Exercise details:
Copy out again, unchanged, the line that contains "from app.chart.time_ticks import" and every line after it down to the last line of the data.

(Saved data entries)
________________________
"""The panels of one episode on one clock: ribbon on top, events and the time axis at the foot."""

from collections.abc import Sequence

import pyqtgraph as pg
from PySide6.QtCore import QEvent, QPointF, QRectF, QSize, Qt, Signal
from PySide6.QtGui import QColor, QFocusEvent, QKeyEvent, QMouseEvent, QPainter, QPen, QResizeEvent, QTransform
from PySide6.QtWidgets import QGraphicsGridLayout, QWidget

from app.chart.clock_window import kept_inside, zoomed
from app.chart.panel import PanelRow
from app.chart.ribbon import RibbonRow
from app.chart.row import ClockRow, Margins, RowItem
from app.chart.shapes import MICROSECONDS, Bracket, Reading, RibbonStep, StackSpec, Tick
from app.chart.stack_keys import key_pressed, moves_crosshair
from app.chart.time_axis import EventRow, TimeAxisRow
from app.chart.time_ticks import date_word, time_ticks
from app.look.theme import GRID, Theme

_PANEL_LEAST = 86  # pixels at 100 %: ribbon, three panels, events and clock stand whole at 1280 x 800
_RIBBON_WEIGHT = 1.1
________________________
Reply:
from app.chart.time_ticks import date_word, time_ticks
from app.look.theme import GRID, Theme

_PANEL_LEAST = 86  # pixels at 100 %: ribbon, three panels, events and clock stand whole at 1280 x 800
_RIBBON_WEIGHT = 1.1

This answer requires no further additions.